Question

Problem 5-8

Derive the probability distribution of the 1-year HPR on a 30-year U.S. Treasury bond with a coupon of 3.5% if it is currently selling at par and the probability distribution of its yield to maturity a year from now is as shown in the table below. (Assume the entire 3.5% coupon is paid at the end of the year rather than every 6 months. Assume a par value of $100.) (Leave no cells blank - be certain to enter "O" wherever required. Negative values should be indicated by a minus sign. Do not round intermediate calculations. Round your answers to 2 decimal places.)
Economy
Probability
Boom
YTM
0.25
Price
Capital Gain
Coupon Interest
HPR
Normal Growth
0.55
0.20
6.0 %
4.0 %
%
%
8.0 %
Recession
%

Answer 1

To derive the probability distribution of the 1-year HPR on a 30-year U.S. Treasury bond with a coupon of 3.5%, you need to calculate the price, capital gain, and coupon interest. The HPR is the sum of the capital gain and coupon interest. Then, you can calculate the probability distribution of the HPR by multiplying the probability of each scenario by their respective HPR values.

Step-by-step explanation:

The probability distribution of the 1-year Holding Period Return (HPR) on a 30-year U.S. Treasury bond with a coupon of 3.5% can be derived using the given information. To do this, we first calculate the different components that contribute to the HPR. The components are the price, capital gain, and coupon interest. The probability distribution of each component is multiplied by their respective values and summed up to calculate the probability distribution of the HPR.

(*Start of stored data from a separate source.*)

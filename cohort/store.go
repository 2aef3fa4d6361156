package cohort

import (
	"bufio"
	"encoding/binary"
	"fmt"
	"math"
	"os"
)

// segSize is the number of values in one in-memory segment.
const segSize = 1 << 20

// spillAfter is the number of values a store keeps in memory before it moves them to a
// temporary file (64 MiB of float64); tests set it small.
var spillAfter int64 = 8 << 20

// store holds feature values out of the heap's way: in memory while they are few, then in a
// temporary file (float64, little endian), read back one participant at a time. The file lives in
// the folder the caller names and is removed by close.
type store struct {
	dir  string
	mem  [][]float64 // segments of segSize values: growing never copies what is held
	file *os.File
	w    *bufio.Writer
	n    int64 // values written
	buf  []byte
}

func (s *store) append(vals []float64) error {
	if s.file == nil && s.n+int64(len(vals)) <= spillAfter {
		for len(vals) > 0 {
			if len(s.mem) == 0 || len(s.mem[len(s.mem)-1]) == segSize {
				s.mem = append(s.mem, make([]float64, 0, segSize))
			}
			last := &s.mem[len(s.mem)-1]
			k := min(len(vals), segSize-len(*last))
			*last = append(*last, vals[:k]...)
			vals = vals[k:]
			s.n += int64(k)
		}
		return nil
	}
	if s.file == nil {
		f, err := os.CreateTemp(s.dir, ".cohortmix-windows-*.tmp")
		if err != nil {
			return fmt.Errorf("cohort: cannot create a temporary file for the windows in %s: %w; pass --temp with a writable folder", s.dir, err)
		}
		s.file, s.w = f, bufio.NewWriterSize(f, 1<<20)
		for _, seg := range s.mem {
			if err := s.writeValues(seg); err != nil {
				return err
			}
		}
		s.mem = nil
	}
	if err := s.writeValues(vals); err != nil {
		return err
	}
	s.n += int64(len(vals))
	return nil
}

func (s *store) writeValues(vals []float64) error {
	if cap(s.buf) < 8*len(vals) {
		s.buf = make([]byte, 8*len(vals))
	}
	b := s.buf[:8*len(vals)]
	for i, v := range vals {
		binary.LittleEndian.PutUint64(b[8*i:], math.Float64bits(v))
	}
	if _, err := s.w.Write(b); err != nil {
		return fmt.Errorf("cohort: writing the temporary windows file in %s: %w; free disk space or pass --temp", s.dir, err)
	}
	return nil
}

// flush makes everything appended readable.
func (s *store) flush() error {
	if s.w == nil {
		return nil
	}
	if err := s.w.Flush(); err != nil {
		return fmt.Errorf("cohort: writing the temporary windows file in %s: %w; free disk space or pass --temp", s.dir, err)
	}
	return nil
}

// read returns the n values from offset off into dst (reused when large enough).
func (s *store) read(off, n int64, dst []float64) ([]float64, error) {
	if int64(cap(dst)) < n {
		dst = make([]float64, n)
	}
	dst = dst[:n]
	if s.file == nil {
		for done := int64(0); done < n; {
			seg, at := (off+done)/segSize, (off+done)%segSize
			done += int64(copy(dst[done:], s.mem[seg][at:]))
		}
		return dst, nil
	}
	b := make([]byte, 8*n)
	if _, err := s.file.ReadAt(b, 8*off); err != nil {
		return nil, fmt.Errorf("cohort: reading the temporary windows file: %w", err)
	}
	for i := range dst {
		dst[i] = math.Float64frombits(binary.LittleEndian.Uint64(b[8*i:]))
	}
	return dst, nil
}

// close frees the memory and removes the file.
func (s *store) close() error {
	s.mem = nil
	if s.file == nil {
		return nil
	}
	name := s.file.Name()
	s.file.Close()
	s.file = nil
	return os.Remove(name)
}

// spilled reports whether the values live in a file.
func (s *store) spilled() bool { return s.file != nil }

Step 1: Calculate the price of the bond. Since the bond is currently selling at par, the price is equal to the par value, which is $100.

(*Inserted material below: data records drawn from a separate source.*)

package cohort

import (
	"fmt"
	"math"
	"os"
	"strconv"
	"strings"

	"github.com/xuri/excelize/v2"
)

// formulaCheckRows is how many rows of a sheet are checked for formula cells.
const formulaCheckRows = 200

// readXLSX reads the first sheet of a workbook with excelize's streaming row reader. The first
// row is the header; a cell's position in messages is its row (as the line) and its column
// number. Merged cells and formulas are refused: a table of windows holds one value per cell.
// Times in the order column may be ISO-8601 text or spreadsheet dates.
func (r *reader) readXLSX(p string) (err error) {
	defer func() {
		if v := recover(); v != nil { // a damaged workbook, whatever the library made of it
			err = &InputError{File: p, Msg: fmt.Sprintf("the workbook is damaged (%v); save it again as .xlsx, or export CSV", v), Err: ErrNotText}
		}
	}()
	f, sheet, err := openWorkbook(p)
	if err != nil {
		return err
	}
	defer f.Close()
	rows, err := f.Rows(sheet)
	if err != nil {
		return &InputError{File: p, Msg: "cannot read sheet " + strconv.Quote(sheet) + ": " + err.Error(), Err: ErrNotText, Cause: err}
	}
	defer rows.Close()
	s := &sheetRows{r: r, f: f, p: p, sheet: sheet, fileIdx: len(r.files)}
	rowNo := 0
	for rows.Next() {
		rowNo++
		if rowNo%4096 == 0 && r.ctx.Err() != nil {
			return r.ctx.Err()
		}
		rec, err := rows.Columns(excelize.Options{RawCellValue: true})
		if err != nil {
			return &InputError{File: p, Line: rowNo, Msg: "cannot read the row: " + err.Error(), Err: ErrNotText, Cause: err}
		}
		if err := s.add(rowNo, rec); err != nil {
			return err
		}
	}
	if err := rows.Error(); err != nil {
		return &InputError{File: p, Msg: "reading the sheet failed: " + err.Error(), Err: ErrNotText, Cause: err}
	}
	if s.header == nil {
		return &InputError{File: p, Msg: "the sheet is empty; it needs a header row and at least one window", Err: ErrEmpty}
	}
	if s.n == 0 {
		return &InputError{File: p, Line: 1, Msg: "has a header but no windows; each row should be one window", Err: ErrEmpty}
	}
	hexsum, size, err := hashFile(p)
	if err != nil {
		return &InputError{File: p, Msg: "cannot read: " + err.Error(), Err: ErrOpen, Cause: err}
	}
	r.files = append(r.files, FileInfo{Path: p, SHA256: hexsum, Bytes: size, Rows: s.n})
	r.rows += s.n
	return nil
}

// openWorkbook opens the workbook at p and returns its first sheet, refusing one without sheets
// or whose first sheet has merged cells.
func openWorkbook(p string) (*excelize.File, string, error) {
	st, err := os.Stat(p)
	if err != nil {
		return nil, "", &InputError{File: p, Msg: "cannot open: " + err.Error(), Err: ErrOpen, Cause: err}
	}
	// A damaged or hostile archive must not make the unzipper allocate without bound: allow the
	// sheet XML at most 200 times the file's size (real sheets compress about 5 to 20 times).
	limit := max(64<<20, 200*st.Size())
	f, err := excelize.OpenFile(p, excelize.Options{UnzipSizeLimit: limit, UnzipXMLSizeLimit: limit})
	if err != nil {
		return nil, "", &InputError{File: p, Msg: "cannot open as a workbook (" + err.Error() + "); save it again as .xlsx, or export CSV", Err: ErrNotText, Cause: err}
	}
	sheets := f.GetSheetList()
	if len(sheets) == 0 {
		f.Close()
		return nil, "", &InputError{File: p, Msg: "workbook has no sheet", Err: ErrEmpty}
	}
	sheet := sheets[0]
	if merged, err := f.GetMergeCells(sheet); err == nil && len(merged) > 0 {
		f.Close()
		return nil, "", &InputError{File: p, Msg: fmt.Sprintf("sheet %q has merged cells (%s:%s); unmerge them so each window is one row of single cells", sheet, merged[0].GetStartAxis(), merged[0].GetEndAxis()), Err: ErrRagged}
	}
	return f, sheet, nil
}

// sheetRows takes a sheet's rows one by one: the header, then the windows.
type sheetRows struct {
	r       *reader
	f       *excelize.File
	p       string
	sheet   string
	fileIdx int
	header  []string
	roles   roles
	n       int  // windows read
	dates   bool // the order column is formatted as spreadsheet dates
}

// add takes row rowNo (1-based) of the sheet.
func (s *sheetRows) add(rowNo int, rec []string) error {
	r, p := s.r, s.p
	if s.header == nil {
		if len(rec) == 0 {
			return &InputError{File: p, Line: rowNo, Msg: "the first row is empty; it must hold the column names", Err: ErrEmpty}
		}
		s.header = rec
		var err error
		s.roles, err = r.assignRoles(p, s.header)
		return err
	}
	header := s.header
	if len(strings.Join(rec, "")) == 0 {
		return nil // an empty row
	}
	for len(rec) < len(header) {
		rec = append(rec, "") // trailing empty cells are not stored
	}
	if len(rec) > len(header) {
		return &InputError{File: p, Line: rowNo, Msg: fmt.Sprintf("row has %d cells, the header %d; remove the extra cells", len(rec), len(header)), Err: ErrRagged}
	}
	pos := func(col int) (int, int) { return rowNo, col + 1 }
	if rowNo <= formulaCheckRows {
		if err := s.refuseFormulas(rowNo, rec); err != nil {
			return err
		}
	}
	if s.n == 0 && r.features == nil {
		if err := r.classify(p, pos, header, [][]string{rec}, &s.roles, ','); err != nil {
			return err
		}
	}
	if s.n == 0 && s.roles.order >= 0 {
		// A spreadsheet date-time is a day count with a fraction; a whole-day count (a window at
		// midnight) is one too when the column is formatted as dates, not an integer order.
		cell, _ := excelize.CoordinatesToCellName(s.roles.order+1, rowNo)
		s.dates = isDateCell(s.f, s.sheet, cell)
	}
	order := sheetOrder
	if s.dates {
		order = sheetDate
	}
	if err := r.addRecord(p, s.fileIdx, header, s.roles, '.', rec, pos, order); err != nil {
		return err
	}
	s.n++
	return nil
}

// refuseFormulas refuses a row with a formula in any cell.
func (s *sheetRows) refuseFormulas(rowNo int, rec []string) error {
	for c := range rec {
		cell, _ := excelize.CoordinatesToCellName(c+1, rowNo)
		if fx, _ := s.f.GetCellFormula(s.sheet, cell); fx != "" {
			return &InputError{File: s.p, Line: rowNo, Column: c + 1, Field: s.header[c], Msg: fmt.Sprintf("cell %s holds a formula (=%s); paste the values instead", cell, fx), Err: ErrNotNumber}
		}
	}
	return nil
}

// sheetDate reads an order cell of a column formatted as dates: a spreadsheet day count (whole
// or with a fraction), or an ISO-8601 time written as text.
func sheetDate(cell string) (int64, byte, bool) {
	serial, err := strconv.ParseFloat(strings.TrimSpace(cell), 64)
	if err != nil {
		if v, k, ok := parseOrderCell(cell); ok && isTime(k) {
			return v, k, ok
		}
		return 0, 0, false
	}
	if math.IsNaN(serial) || serial <= 0 {
		return 0, 0, false
	}
	t, err := excelize.ExcelDateToTime(serial, false)
	if err != nil || !plausibleTime(t) {
		return 0, 0, false
	}
	return t.UnixNano(), 't', true
}

// isDateCell tells whether a cell's number format shows a date or a time: one of the built-in
// date and time formats (14–22, 45–47) or a custom format with a day, month, year, hour or
// second in it outside quotes and brackets.
func isDateCell(f *excelize.File, sheet, cell string) bool {
	id, err := f.GetCellStyle(sheet, cell)
	if err != nil {
		return false
	}
	st, err := f.GetStyle(id)
	if err != nil || st == nil {
		return false
	}
	if (st.NumFmt >= 14 && st.NumFmt <= 22) || (st.NumFmt >= 45 && st.NumFmt <= 47) {
		return true
	}
	if st.CustomNumFmt == nil {
		return false
	}
	inQuote, inBracket := false, false
	for _, c := range strings.ToLower(*st.CustomNumFmt) {
		switch {
		case c == '"':
			inQuote = !inQuote
		case c == '[' && !inQuote:
			inBracket = true
		case c == ']' && !inQuote:
			inBracket = false
		case !inQuote && !inBracket && strings.ContainsRune("dmyhs", c):
			return true
		}
	}
	return false
}

// sheetOrder reads an order cell of a sheet: an integer, an ISO-8601 time, or a spreadsheet date
// (a day count with a fraction), which becomes a time.
func sheetOrder(cell string) (int64, byte, bool) {
	if v, k, ok := parseOrderCell(cell); ok {
		return v, k, ok
	}
	serial, err := strconv.ParseFloat(strings.TrimSpace(cell), 64)
	if err != nil || math.IsNaN(serial) || serial <= 0 {
		return 0, 0, false
	}
	t, err := excelize.ExcelDateToTime(serial, false)
	if err != nil || !plausibleTime(t) {
		return 0, 0, false
	}
	return t.UnixNano(), 't', true
}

Step 2: Calculate the capital gain. The capital gain is the difference between the price of the bond at the end of the year and the initial price. Since the bond is selling at par and the price remains constant, the capital gain is zero.

Step 3: Calculate the coupon interest. The coupon interest is the annual coupon payment, which is 3.5% of the par value. So, the coupon interest is $3.50.

Step 4: Calculate the HPR. The HPR is the sum of the capital gain and the coupon interest. In this case, since the capital gain is zero, the HPR is equal to the coupon interest.

Step 5: Calculate the probability distribution of the HPR. Multiply the probability of each scenario (Boom and Normal Growth) by their respective HPR values and sum them up.

Probability distribution of the 1-year HPR:
Boom: 0.20 x 3.50% = 0.70%
Normal Growth: 0.55 x 3.50% = 1.93%

Answer 2

To derive the probability distribution of the 1-year HPR on a 30-year U.S. Treasury bond with a coupon of 3.5%, calculate the HPR for each possible YTM outcome. Use the probability distribution of the YTM to determine the probability of each outcome. Calculate the price, capital gain, and HPR for each YTM outcome.

Step-by-step explanation:

To derive the probability distribution of the 1-year Holding Period Return (HPR) on a 30-year U.S. Treasury bond with a coupon of 3.5%, we need to calculate the HPR for each possible yield to maturity (YTM) outcome. The HPR is defined as the sum of the capital gain and the coupon interest received. The probability distribution of the YTM from the table can be used to determine the probability of each outcome. The price can be calculated as the present value of the bond's cash flows. Given a par value of $100 and a coupon interest of 3.5%, you can determine the price for each YTM outcome. The capital gain can be found by subtracting the price from the par value. Finally, the HPR is calculated as the sum of the capital gain and the coupon interest received. Gather the data from the table and apply these calculations to find the probability distribution of the 1-year HPR.